Agricultural Research Service

Title: Construction of Infectious Clones for Double Stranded DNA Viruses of Plants Using Citrus Yellow Mosaic Cirus As An Example

Authors
item Huang, Qi
item Hartung, John

Submitted to: Methods in Molecular Biology
Publication Type: Book / Chapter
Publication Acceptance Date: November 2, 2007
Publication Date: December 3, 2007
Citation: Huang, Q., Hartung, J.S. 2007. Construction of infectious clones for double stranded dna viruses of plants using citrus yellow mosaic cirus as an example. Methods in Molecular Biology. 451:525-534.

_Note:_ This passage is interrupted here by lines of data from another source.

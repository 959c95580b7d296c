"""Tests of partpick.model.swing: headroom, base drive and the bias feeds (model s.3, s.13)."""

import numpy as np
import pytest

from partpick.model import swing as sw
from partpick.model.defaults import DIODE_DROP_V, VT_V


def test_vce_sat_float_and_array():
    # at or below its test current the catalogue value holds; above it grows linearly
    assert sw.vce_sat_at_v(1.0, 4.0, 2.0) == pytest.approx(1.0)
    np.testing.assert_allclose(sw.vce_sat_at_v(1.0, 4.0, [0.0, 4.0, 8.0, 12.0]),
                               [1.0, 1.0, 2.0, 3.0])


def test_vbe_float_and_array():
    # Exponential law: about 60 mV per decade of collector current at 26 mV thermal
    # voltage (Horowitz & Hill, The Art of Electronics; common practice).
    assert sw.vbe_at_v(0.7, 0.5, 5.0) - 0.7 == pytest.approx(0.060, abs=0.001)
    np.testing.assert_allclose(
        sw.vbe_at_v(0.7, 1.0, np.array([0.0, 0.1, 1.0, np.e])),
        [0.7, 0.7, 0.7, 0.7 + VT_V],  # never below the catalogue value
    )


def test_hfe_float_and_array():
    assert sw.hfe_at(40.0, 3.0, 1.0) == pytest.approx(40.0)
    np.testing.assert_allclose(sw.hfe_at(40.0, 3.0, [0.0, 3.0, 6.0, 12.0]),
                               [40.0, 40.0, 20.0, 10.0])


def test_transistor_headroom_float_and_array():
    # 24 - (20 + 3 A * 0.22 ohm + 1.5) = 24 - 22.16 = 1.84 V
    assert sw.transistor_headroom_margin_v(24.0, 20.0, 3.0, 0.22, 1.5) == pytest.approx(1.84)
    np.testing.assert_allclose(
        sw.transistor_headroom_margin_v(np.array([24.0, 21.0]), 20.0, 3.0, 0.22, 1.5),
        [1.84, -1.16],
    )


def test_base_voltage_and_drive_level_float_and_array():
    # 20 + 0.66 + 1.0 = 21.66 V at the base; the op-amp output sits one diode below
    assert sw.base_voltage_peak_v(20.0, 3.0, 0.22, 1.0) == pytest.approx(21.66)
    assert sw.drive_level_v(20.0, 3.0, 0.22, 1.0, DIODE_DROP_V) == pytest.approx(21.01)
    np.testing.assert_allclose(sw.base_voltage_peak_v([10.0, 20.0], [1.0, 3.0], 0.22, 0.7),
                               [10.92, 21.36])
    np.testing.assert_allclose(sw.drive_level_v([10.0, 20.0], [1.0, 3.0], 0.22, 0.7, 0.7),
                               [10.22, 20.66])


def test_driver_headroom_float_and_array():
    assert sw.driver_headroom_margin_v(24.0, 1.5, 21.01) == pytest.approx(1.49)
    np.testing.assert_allclose(sw.driver_headroom_margin_v(24.0, [1.5, 3.5], 21.0), [1.5, -0.5])


def test_base_current_float_and_array():
    assert sw.base_current_peak_a(3.0, 40.0) == pytest.approx(0.075)
    np.testing.assert_allclose(sw.base_current_peak_a([3.0, 3.0], [40.0, 1000.0]),
                               [0.075, 0.003])


def test_bias_resistor_max_float_and_array():
    # (20 - 17) / (1.5 * 20 mA) = 3 / 0.03 = 100 ohm
    assert sw.bias_resistor_max_ohm(20.0, 17.0, 0.020) == pytest.approx(100.0)
    r = sw.bias_resistor_max_ohm(np.array([20.0, 17.0, 16.0]), 17.0, 0.020)
    assert r[0] == pytest.approx(100.0)
    assert np.isnan(r[1]) and np.isnan(r[2])  # no headroom: no resistor can feed the base
    assert np.isnan(sw.bias_resistor_max_ohm(17.0, 17.0, 0.02))


def test_bias_standing_current_float_and_array():
    assert sw.bias_standing_current_a(24.65, 0.65, 1200.0) == pytest.approx(0.020)
    np.testing.assert_allclose(sw.bias_standing_current_a([10.65, 20.65], 0.65, 100.0),
                               [0.1, 0.2])


def test_bias_resistor_power_against_numerical_average():
    # independent route: average of (Vs - Vd - Vb sin t)^2 / R1 over the cycle
    vs, vd, vb, r1 = 28.0, 0.65, 21.66, 30.0
    t = np.linspace(0.0, 2.0 * np.pi, 100_001)
    p_num = np.trapezoid((vs - vd - vb * np.sin(t)) ** 2 / r1, t) / (2.0 * np.pi)
    assert sw.bias_resistor_power_w(vs, vd, vb, r1) == pytest.approx(p_num, rel=1e-6)
    # idle only: (10.65 - 0.65)^2 / 100 = 1 W; with a 10 V base swing + 100 / 2 / 100 = 0.5 W
    np.testing.assert_allclose(sw.bias_resistor_power_w(10.65, 0.65, [0.0, 10.0], 100.0),
                               [1.0, 1.5])


def test_resistor_feed_burns_watts_for_ordinary_pairs():
    # Model s.3 "consequence worth knowing": hFE 40 at 3 A peak needs R1 of tens of
    # ohms and watts of dissipation; a Darlington pair (hFE 1000, Vbe ~ 2 V) does not.
    vs_min, vs_max, vp, ip, re = 25.0, 28.0, 20.0, 3.0, 0.22
    vb = sw.base_voltage_peak_v(vp, ip, re, np.array([1.0, 2.0]))
    ib = sw.base_current_peak_a(ip, np.array([40.0, 1000.0]))
    r1 = sw.bias_resistor_max_ohm(vs_min, vb, ib)
    p = sw.bias_resistor_power_w(vs_max, DIODE_DROP_V, vb, r1)
    assert r1[0] < 50.0 and p[0] > 10.0
    assert r1[1] > 500.0 and p[1] < 2.0


def test_ccs_current_required_float_and_array():
    assert sw.ccs_current_required_a(0.02) == pytest.approx(0.03)
    np.testing.assert_allclose(sw.ccs_current_required_a([0.01, 0.02], 2.0), [0.02, 0.04])


def test_ccs_compliance_float_and_array():
    assert sw.ccs_compliance_margin_v(25.0, 21.66) == pytest.approx(2.34)
    np.testing.assert_allclose(sw.ccs_compliance_margin_v([25.0, 22.0], 21.66, 1.0),
                               [2.34, -0.66])


def test_ccs_transistor_dissipation_float_and_array():
    # base swings to the far rail: 2 * 28 V * 20 mA = 1.12 W
    assert sw.ccs_transistor_dissipation_w(28.0, 0.02) == pytest.approx(1.12)
    np.testing.assert_allclose(sw.ccs_transistor_dissipation_w([10.0, 20.0], 0.01), [0.2, 0.4])


def test_ccs_emitter_resistor_float_and_array():
    # two-diode reference 1.3 V minus Vbe 0.65 V across R_E: 0.65 V / 10 mA = 65 ohm
    assert sw.ccs_emitter_resistor_ohm(1.3, 0.65, 0.010) == pytest.approx(65.0)
    np.testing.assert_allclose(sw.ccs_emitter_resistor_ohm([1.3, 1.8], 0.65, [0.01, 0.023]),
                               [65.0, 50.0])


def test_ccs_reference_resistor_float_and_array():
    # default 2 mA reference: (20 - 1.3) / 2 mA = 9350 ohm
    assert sw.ccs_reference_resistor_ohm(20.0, 1.3) == pytest.approx(9350.0)
    np.testing.assert_allclose(sw.ccs_reference_resistor_ohm([11.0, 21.0], 1.0, 0.005),
                               [2000.0, 4000.0])


def test_ccs_junction_temp_float_and_array():
    assert sw.ccs_junction_temp_c(40.0, 0.5, 200.0) == pytest.approx(140.0)
    np.testing.assert_allclose(sw.ccs_junction_temp_c(25.0, [0.1, 1.0], [200.0, 62.0]),
                               [45.0, 87.0])


def test_ccs_pair_sink_heat_float_and_array():
    # Hand-worked: the upper source sees Vs - v, the lower Vs + v; at v = 0, +Vs and -Vs
    # alike the two add to 2 * Vs, so 2 * 25.5 V * 0.147 A = 7.497 W on the sink.
    assert sw.ccs_pair_sink_heat_w(25.5, 0.147) == pytest.approx(7.497)
    np.testing.assert_allclose(sw.ccs_pair_sink_heat_w([10.0, 20.0], [0.1, 0.05]), [2.0, 2.0])


def test_ccs_pair_sink_heat_bounds_the_sum_over_a_cycle():
    # Independent route: sample a full cycle of the output; each source carries I and
    # sees (rail - its base node); the two base nodes differ by the bias string.
    vs, i, vp, string = 25.5, 0.147, 20.0, 1.4
    v = vp * np.sin(np.linspace(0.0, 2 * np.pi, 721))
    top = (vs - (v + string / 2)) * i
    bottom = ((v - string / 2) + vs) * i
    assert np.all(top + bottom <= sw.ccs_pair_sink_heat_w(vs, i) + 1e-12)
    # ... and neither source alone exceeds the per-transistor bound 2 * Vs * I (model s.3).
    assert max(top.max(), bottom.max()) <= sw.ccs_transistor_dissipation_w(vs, i)
    # the mean over the cycle is the idle figure, (2 Vs - string) * I
    assert np.mean((top + bottom)[:-1]) == pytest.approx((2 * vs - string) * i)


def test_ccs_reference_current_float_and_array():
    # Hand-worked: 2 mA for the reference plus a 147 mA source's base current at hFE 60:
    # 2 mA + 147 mA / 60 = 4.45 mA.
    assert sw.ccs_reference_current_a(0.147, 60.0) == pytest.approx(0.00445)
    np.testing.assert_allclose(sw.ccs_reference_current_a([0.01, 0.1], [100.0, 50.0], 0.001),
                               [0.0011, 0.003])


@pytest.mark.parametrize("vref, r_e, vbe_on, at", [
    (1.8, 6.8, 0.65, 0.01),    # red LED, TO-92-like device run far above its Vbe test current
    (1.3, 65.0, 0.65, 0.01),   # two diodes, 10 mA: Vbe stays at its floor
    (2.0, 8.2, 0.8, 0.15),     # green LED, driver-class device
])
def test_ccs_current_bounds_bracket_the_true_current(vref, r_e, vbe_on, at):
    # Independent route: solve I = (Vref - Vbe(I)) / R_E by root finding (scipy brentq).
    from scipy.optimize import brentq

    true = brentq(lambda i: i - (vref - sw.vbe_at_v(vbe_on, at, i)) / r_e, 1e-9, vref / r_e)
    lo, hi = sw.ccs_current_bounds_a(vref, r_e, vbe_on, at)
    assert lo <= true + 1e-12 <= hi + 2e-12
    assert hi == pytest.approx((vref - vbe_on) / r_e)
    # The lower bound is close: it errs by Vbe(hi) - Vbe(true) <= VT ln(hi / true) only.
    assert (true - lo) * r_e <= 0.026 * np.log(hi / true) + 1e-9


def test_ccs_current_bounds_float_and_array():
    lo, hi = sw.ccs_current_bounds_a(np.array([1.8, 1.3]), np.array([6.8, 65.0]), 0.65, 0.01)
    np.testing.assert_allclose(hi, [1.15 / 6.8, 0.01])
    assert lo[1] == pytest.approx(0.01)  # at its test current Vbe is exactly vbe_on
    assert lo[0] < hi[0]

Interpretive Summary: In order to control diseases caused by plant viruses, researchers must understand the mechanisms used by the virus to infect, replicate and induce symptoms in plants. By using full length infectious clones of the virus, mutants can be created and used to follow these events in plants. This article describes the procedures needed to produce a full length, infectious clone of a double stranded DNA virus. Researchers in the plant virology field will find this information helpful to advance their own research projects.

Technical Abstract: Double-stranded DNA (dsDNA) viruses of plants are believed to be plant pararetroviruses. Their genome is replicated by reverse transcription of a larger than unit length terminally redundant RNA transcript of the viral genomic DNA using the virus-encoded replicase. In order to produce a cloned, infectious viral genome, the clone must be constructed in a binary vector and be longer than the full, unit-length viral genome. The clone can then be transferred by Agrobacterium-assisted inoculation into a suitable host plant to induce virus infection.